(Information shown begins)

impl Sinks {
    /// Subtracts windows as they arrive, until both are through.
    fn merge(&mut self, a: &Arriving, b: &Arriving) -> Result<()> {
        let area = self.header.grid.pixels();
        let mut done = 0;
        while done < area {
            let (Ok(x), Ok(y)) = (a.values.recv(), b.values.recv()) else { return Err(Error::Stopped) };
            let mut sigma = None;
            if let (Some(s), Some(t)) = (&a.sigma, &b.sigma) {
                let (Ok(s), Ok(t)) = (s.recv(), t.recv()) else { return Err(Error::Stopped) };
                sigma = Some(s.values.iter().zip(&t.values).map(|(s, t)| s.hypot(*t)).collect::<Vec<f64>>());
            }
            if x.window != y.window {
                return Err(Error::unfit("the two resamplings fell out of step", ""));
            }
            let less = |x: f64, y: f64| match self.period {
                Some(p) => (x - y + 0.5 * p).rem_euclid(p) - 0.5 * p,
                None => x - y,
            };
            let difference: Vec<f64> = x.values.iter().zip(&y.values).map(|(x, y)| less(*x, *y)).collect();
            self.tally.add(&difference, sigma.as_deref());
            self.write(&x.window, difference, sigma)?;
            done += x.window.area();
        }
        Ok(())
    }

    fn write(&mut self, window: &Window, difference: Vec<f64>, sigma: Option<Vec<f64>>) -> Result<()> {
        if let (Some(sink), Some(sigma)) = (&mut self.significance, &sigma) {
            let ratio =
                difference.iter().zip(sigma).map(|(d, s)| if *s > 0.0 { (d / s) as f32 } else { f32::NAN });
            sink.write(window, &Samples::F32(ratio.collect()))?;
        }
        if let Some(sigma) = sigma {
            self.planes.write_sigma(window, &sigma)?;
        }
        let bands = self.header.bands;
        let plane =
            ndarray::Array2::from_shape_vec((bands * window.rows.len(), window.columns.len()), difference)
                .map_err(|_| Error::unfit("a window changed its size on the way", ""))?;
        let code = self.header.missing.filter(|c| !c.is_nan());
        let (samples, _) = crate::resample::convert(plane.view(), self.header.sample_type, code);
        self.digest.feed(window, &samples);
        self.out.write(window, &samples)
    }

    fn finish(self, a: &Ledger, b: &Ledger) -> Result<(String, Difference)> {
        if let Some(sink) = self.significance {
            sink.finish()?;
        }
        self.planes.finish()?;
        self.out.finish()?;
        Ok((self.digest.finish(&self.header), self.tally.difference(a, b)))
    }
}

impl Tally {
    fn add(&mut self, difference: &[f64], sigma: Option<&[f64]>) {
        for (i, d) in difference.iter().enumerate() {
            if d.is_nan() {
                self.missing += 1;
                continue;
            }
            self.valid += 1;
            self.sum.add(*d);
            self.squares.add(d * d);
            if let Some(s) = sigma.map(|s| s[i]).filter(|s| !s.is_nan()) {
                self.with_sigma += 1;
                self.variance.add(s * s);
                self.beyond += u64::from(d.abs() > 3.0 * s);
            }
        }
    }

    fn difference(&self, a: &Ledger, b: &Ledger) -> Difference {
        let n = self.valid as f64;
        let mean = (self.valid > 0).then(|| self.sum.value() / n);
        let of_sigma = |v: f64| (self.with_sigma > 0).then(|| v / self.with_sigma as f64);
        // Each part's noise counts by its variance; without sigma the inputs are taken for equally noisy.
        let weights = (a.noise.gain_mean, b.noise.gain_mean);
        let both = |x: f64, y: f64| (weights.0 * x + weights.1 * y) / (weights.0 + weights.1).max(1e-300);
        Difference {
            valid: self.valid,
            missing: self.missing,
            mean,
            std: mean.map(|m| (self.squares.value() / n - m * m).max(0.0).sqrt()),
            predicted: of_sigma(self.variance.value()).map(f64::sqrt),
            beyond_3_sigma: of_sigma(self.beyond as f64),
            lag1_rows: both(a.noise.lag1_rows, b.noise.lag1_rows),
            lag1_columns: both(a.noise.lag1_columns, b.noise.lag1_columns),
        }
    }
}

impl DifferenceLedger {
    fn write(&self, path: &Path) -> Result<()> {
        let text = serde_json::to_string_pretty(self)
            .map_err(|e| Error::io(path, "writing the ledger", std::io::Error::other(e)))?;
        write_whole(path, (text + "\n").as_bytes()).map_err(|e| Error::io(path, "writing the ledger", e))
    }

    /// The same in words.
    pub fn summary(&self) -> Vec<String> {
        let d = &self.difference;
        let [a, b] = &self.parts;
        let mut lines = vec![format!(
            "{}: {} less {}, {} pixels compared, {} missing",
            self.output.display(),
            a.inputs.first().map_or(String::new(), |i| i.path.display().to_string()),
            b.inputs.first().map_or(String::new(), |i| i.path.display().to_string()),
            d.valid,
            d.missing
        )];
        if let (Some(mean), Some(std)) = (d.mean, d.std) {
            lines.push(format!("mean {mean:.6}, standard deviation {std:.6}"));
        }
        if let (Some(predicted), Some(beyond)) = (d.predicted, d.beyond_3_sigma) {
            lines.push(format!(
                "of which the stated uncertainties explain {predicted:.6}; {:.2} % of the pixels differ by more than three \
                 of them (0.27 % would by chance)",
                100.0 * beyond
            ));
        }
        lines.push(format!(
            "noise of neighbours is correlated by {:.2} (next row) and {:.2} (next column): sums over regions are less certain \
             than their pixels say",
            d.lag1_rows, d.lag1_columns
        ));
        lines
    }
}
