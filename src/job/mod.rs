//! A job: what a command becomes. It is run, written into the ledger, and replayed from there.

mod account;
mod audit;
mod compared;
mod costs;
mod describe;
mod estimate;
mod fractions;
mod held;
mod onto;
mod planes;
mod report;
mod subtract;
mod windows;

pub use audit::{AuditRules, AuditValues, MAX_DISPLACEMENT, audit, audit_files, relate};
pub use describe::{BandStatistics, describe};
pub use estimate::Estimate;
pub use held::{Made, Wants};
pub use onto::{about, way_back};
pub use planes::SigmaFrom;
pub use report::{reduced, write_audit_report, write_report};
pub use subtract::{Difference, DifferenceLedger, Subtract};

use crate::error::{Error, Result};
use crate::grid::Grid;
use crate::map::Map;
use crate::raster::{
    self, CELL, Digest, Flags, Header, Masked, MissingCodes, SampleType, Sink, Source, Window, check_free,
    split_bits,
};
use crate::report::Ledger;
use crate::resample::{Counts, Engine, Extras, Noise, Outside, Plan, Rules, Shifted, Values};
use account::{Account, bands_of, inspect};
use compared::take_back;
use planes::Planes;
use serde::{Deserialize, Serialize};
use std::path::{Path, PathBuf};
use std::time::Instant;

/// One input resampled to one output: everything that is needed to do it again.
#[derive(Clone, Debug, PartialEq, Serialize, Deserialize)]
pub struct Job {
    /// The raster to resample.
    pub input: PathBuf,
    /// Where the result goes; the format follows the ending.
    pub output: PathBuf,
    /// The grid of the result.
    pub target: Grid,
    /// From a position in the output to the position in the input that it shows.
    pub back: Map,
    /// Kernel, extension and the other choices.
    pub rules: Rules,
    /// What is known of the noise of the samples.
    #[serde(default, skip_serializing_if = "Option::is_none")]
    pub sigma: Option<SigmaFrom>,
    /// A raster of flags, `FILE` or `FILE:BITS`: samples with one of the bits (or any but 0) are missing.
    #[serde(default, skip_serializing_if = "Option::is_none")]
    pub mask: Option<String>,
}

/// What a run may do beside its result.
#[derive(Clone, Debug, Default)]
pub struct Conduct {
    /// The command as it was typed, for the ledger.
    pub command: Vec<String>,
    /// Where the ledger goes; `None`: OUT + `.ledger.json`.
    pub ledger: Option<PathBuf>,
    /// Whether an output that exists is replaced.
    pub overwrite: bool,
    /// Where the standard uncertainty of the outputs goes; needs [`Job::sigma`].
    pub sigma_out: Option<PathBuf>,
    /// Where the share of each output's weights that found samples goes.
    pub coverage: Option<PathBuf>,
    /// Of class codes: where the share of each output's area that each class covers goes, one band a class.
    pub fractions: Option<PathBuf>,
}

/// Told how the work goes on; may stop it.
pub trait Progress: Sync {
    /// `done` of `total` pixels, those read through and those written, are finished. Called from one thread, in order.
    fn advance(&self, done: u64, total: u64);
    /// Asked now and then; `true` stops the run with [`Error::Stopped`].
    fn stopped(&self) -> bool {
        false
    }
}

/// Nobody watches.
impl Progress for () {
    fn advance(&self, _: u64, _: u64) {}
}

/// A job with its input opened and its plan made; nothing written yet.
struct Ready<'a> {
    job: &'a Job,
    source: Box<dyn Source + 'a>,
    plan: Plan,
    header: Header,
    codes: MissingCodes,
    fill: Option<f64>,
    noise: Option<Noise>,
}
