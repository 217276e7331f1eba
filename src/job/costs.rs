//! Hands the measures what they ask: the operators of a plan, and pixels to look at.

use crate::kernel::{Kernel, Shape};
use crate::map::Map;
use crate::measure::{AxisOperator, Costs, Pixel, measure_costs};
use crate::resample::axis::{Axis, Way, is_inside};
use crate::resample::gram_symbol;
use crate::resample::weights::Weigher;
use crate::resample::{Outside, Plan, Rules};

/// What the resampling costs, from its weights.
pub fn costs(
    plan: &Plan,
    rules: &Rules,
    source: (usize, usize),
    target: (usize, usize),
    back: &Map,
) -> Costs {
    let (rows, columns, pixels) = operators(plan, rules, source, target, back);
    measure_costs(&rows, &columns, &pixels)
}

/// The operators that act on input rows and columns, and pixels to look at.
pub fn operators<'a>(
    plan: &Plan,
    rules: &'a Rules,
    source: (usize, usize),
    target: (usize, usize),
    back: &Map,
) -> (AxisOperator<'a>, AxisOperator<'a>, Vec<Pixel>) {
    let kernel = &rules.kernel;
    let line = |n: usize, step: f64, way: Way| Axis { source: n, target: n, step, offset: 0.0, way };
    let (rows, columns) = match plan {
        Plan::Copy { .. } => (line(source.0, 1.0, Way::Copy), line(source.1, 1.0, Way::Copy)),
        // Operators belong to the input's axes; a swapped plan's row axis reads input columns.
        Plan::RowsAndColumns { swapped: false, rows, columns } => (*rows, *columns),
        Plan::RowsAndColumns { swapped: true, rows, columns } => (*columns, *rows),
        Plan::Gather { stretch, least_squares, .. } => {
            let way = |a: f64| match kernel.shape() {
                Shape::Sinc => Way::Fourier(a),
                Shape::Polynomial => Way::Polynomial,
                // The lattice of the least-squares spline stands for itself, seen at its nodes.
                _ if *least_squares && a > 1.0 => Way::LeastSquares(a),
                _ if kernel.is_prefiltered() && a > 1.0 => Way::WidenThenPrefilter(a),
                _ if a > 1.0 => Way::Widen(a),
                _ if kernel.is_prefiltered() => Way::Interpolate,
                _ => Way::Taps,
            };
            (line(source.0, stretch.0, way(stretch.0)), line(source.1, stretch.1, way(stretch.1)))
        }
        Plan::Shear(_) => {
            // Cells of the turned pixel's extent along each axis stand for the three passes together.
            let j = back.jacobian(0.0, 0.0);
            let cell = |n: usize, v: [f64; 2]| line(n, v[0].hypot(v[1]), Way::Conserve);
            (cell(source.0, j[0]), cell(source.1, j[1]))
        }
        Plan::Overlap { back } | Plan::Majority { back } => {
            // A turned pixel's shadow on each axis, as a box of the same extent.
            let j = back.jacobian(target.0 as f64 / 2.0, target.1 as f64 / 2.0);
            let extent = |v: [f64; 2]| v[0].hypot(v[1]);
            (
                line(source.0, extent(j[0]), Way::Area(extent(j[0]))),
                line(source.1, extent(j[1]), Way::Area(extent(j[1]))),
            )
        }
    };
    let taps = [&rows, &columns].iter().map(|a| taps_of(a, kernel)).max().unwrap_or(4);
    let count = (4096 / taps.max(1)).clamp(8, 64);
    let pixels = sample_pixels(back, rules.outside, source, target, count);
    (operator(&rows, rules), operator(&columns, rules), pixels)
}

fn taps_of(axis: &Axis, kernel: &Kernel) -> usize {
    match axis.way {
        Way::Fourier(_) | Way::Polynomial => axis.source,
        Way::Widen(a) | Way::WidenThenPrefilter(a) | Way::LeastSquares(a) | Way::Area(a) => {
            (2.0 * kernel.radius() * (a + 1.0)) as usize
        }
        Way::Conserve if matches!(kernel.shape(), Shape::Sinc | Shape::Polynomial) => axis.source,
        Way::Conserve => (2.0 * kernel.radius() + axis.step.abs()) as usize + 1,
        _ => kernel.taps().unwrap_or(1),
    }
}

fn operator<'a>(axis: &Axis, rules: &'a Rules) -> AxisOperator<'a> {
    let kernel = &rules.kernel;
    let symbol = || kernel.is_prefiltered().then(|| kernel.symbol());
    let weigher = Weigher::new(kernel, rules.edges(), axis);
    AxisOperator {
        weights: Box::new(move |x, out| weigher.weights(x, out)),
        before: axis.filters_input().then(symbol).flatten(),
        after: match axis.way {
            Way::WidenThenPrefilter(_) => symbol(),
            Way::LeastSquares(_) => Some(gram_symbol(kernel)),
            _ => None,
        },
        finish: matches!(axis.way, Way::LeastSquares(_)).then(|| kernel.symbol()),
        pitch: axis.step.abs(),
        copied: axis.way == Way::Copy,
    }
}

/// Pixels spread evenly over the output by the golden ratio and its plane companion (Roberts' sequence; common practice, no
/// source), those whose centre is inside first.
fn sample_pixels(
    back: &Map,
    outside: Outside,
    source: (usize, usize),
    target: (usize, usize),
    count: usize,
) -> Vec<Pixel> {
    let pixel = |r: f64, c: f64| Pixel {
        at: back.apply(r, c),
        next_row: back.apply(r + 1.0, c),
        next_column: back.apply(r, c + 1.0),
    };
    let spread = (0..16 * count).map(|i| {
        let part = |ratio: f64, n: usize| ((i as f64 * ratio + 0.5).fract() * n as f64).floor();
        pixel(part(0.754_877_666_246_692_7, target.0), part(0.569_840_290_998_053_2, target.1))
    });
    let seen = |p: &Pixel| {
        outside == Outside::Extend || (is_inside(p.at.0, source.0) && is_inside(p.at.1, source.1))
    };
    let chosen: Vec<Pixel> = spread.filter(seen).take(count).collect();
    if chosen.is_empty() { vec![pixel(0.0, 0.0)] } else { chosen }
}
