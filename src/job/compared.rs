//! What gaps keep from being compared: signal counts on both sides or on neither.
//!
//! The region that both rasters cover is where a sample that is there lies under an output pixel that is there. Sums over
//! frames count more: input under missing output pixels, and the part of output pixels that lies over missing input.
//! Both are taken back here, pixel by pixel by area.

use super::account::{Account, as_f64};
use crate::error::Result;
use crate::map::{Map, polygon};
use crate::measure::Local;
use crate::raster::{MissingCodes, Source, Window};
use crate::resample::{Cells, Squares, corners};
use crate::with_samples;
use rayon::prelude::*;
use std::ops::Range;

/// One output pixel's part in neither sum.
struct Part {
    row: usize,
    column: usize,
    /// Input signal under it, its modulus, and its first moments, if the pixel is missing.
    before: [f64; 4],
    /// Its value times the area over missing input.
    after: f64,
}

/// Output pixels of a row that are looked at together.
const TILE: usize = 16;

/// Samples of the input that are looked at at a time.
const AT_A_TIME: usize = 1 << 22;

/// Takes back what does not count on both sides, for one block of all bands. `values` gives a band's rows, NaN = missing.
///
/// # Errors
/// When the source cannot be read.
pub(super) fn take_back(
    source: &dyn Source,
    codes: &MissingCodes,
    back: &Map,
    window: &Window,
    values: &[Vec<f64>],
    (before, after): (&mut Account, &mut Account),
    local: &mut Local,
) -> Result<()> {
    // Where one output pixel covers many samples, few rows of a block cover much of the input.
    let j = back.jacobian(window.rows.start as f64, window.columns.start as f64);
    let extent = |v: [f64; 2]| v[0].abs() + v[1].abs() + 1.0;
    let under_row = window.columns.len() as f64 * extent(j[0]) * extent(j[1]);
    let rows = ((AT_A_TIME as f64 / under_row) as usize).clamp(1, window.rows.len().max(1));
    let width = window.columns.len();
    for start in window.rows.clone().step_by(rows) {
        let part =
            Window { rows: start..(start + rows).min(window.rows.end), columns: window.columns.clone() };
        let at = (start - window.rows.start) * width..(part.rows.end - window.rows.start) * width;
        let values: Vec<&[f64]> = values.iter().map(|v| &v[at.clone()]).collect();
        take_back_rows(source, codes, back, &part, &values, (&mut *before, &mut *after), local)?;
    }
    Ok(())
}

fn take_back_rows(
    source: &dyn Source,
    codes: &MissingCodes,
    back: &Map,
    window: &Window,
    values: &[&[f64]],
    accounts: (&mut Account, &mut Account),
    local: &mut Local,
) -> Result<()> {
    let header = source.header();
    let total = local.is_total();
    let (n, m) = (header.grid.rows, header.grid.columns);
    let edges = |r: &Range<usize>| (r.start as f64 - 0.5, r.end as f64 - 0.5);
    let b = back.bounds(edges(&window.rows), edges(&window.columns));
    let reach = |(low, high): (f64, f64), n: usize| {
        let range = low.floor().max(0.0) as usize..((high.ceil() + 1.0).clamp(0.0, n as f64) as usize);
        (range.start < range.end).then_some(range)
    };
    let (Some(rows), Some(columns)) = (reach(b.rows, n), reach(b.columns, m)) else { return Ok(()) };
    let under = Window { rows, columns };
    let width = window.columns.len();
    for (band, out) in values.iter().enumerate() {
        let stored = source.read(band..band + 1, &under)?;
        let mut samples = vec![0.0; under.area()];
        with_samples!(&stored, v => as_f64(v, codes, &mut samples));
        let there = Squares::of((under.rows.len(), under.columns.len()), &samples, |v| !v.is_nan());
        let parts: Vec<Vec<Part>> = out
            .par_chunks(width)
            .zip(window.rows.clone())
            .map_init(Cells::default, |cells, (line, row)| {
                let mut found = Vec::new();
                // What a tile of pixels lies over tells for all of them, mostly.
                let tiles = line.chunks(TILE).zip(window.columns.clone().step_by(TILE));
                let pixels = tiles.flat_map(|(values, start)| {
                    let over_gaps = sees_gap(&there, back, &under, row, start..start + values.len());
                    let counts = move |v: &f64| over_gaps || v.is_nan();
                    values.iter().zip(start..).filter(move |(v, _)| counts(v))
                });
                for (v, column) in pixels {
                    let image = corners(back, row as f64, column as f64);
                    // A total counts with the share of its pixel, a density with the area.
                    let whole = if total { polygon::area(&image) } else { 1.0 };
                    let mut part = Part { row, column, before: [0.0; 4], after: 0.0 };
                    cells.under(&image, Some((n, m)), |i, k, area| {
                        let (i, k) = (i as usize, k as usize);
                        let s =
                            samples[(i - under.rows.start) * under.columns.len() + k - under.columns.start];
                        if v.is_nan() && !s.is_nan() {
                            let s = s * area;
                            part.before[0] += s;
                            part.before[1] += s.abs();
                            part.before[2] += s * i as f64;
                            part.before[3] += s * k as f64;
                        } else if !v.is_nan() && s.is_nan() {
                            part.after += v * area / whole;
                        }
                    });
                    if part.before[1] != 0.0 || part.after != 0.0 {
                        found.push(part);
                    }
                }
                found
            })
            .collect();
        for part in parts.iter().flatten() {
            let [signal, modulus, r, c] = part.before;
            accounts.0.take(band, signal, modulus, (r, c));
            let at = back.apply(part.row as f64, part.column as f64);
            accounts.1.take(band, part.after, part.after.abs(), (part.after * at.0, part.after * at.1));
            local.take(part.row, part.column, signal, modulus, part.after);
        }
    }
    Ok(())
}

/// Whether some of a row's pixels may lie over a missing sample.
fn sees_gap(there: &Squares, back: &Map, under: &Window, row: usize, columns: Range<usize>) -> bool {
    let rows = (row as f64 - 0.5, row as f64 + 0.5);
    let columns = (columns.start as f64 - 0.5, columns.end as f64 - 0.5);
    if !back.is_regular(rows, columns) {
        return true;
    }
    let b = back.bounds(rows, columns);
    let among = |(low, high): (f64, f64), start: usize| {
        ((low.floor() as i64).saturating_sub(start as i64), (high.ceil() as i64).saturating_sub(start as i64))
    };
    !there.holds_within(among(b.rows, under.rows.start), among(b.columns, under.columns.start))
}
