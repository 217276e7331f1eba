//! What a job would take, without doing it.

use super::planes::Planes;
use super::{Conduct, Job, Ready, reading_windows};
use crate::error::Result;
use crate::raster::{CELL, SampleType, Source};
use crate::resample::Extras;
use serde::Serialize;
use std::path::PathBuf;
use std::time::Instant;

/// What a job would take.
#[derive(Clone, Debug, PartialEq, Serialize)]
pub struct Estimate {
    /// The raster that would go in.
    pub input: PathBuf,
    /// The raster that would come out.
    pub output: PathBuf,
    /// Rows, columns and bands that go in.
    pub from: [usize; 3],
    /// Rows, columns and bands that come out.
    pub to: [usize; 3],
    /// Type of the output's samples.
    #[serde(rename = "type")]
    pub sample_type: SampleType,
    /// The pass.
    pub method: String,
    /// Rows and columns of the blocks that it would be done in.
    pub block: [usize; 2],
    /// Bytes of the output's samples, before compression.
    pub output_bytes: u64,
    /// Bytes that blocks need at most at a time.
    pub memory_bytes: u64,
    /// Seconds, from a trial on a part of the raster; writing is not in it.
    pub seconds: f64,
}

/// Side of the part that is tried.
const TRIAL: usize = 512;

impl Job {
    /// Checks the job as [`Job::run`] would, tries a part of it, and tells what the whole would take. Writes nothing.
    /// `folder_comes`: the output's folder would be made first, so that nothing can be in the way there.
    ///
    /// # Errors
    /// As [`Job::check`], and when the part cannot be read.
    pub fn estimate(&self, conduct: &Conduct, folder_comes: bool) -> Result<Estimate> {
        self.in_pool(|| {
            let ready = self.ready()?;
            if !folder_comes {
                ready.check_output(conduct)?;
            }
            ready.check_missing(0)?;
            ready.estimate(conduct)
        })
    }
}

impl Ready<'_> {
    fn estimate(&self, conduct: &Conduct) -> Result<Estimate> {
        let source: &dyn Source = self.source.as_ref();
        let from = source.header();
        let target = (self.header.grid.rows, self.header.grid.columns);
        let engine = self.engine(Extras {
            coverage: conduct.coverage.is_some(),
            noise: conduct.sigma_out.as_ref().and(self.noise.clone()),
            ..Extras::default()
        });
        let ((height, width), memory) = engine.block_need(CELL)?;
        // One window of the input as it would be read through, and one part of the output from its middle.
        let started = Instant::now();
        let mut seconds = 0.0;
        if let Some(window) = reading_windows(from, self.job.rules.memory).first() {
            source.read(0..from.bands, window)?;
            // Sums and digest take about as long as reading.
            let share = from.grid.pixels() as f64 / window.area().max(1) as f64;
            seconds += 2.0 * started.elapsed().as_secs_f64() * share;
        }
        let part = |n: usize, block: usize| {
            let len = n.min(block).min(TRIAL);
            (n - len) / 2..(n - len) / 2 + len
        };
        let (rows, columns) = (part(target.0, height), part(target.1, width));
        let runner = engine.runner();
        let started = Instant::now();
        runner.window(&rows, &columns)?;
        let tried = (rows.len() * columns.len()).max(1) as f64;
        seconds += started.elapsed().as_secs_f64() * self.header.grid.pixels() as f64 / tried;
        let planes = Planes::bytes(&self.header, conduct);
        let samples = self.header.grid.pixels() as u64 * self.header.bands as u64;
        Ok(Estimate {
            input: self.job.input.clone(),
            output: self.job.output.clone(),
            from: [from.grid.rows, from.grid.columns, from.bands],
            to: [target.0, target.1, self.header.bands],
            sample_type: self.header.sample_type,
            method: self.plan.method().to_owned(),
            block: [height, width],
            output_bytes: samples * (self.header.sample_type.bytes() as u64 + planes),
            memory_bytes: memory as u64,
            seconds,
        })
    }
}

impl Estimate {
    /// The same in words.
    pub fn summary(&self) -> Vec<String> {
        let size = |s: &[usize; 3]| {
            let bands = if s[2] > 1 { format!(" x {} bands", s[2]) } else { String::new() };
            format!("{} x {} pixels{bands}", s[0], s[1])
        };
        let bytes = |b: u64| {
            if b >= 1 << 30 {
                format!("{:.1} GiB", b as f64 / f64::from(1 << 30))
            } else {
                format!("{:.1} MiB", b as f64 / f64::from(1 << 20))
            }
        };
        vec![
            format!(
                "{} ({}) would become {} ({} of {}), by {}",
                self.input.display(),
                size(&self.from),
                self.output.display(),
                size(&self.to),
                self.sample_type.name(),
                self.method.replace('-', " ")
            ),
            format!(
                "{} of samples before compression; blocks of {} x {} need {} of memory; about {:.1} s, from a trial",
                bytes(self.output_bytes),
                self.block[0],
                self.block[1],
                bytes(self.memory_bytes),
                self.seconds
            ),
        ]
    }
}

(Information shown ends)

Aim of the task:
Looking at the records above, how many lines have the word "coverage" in them? State the number only.

Result for this task:
2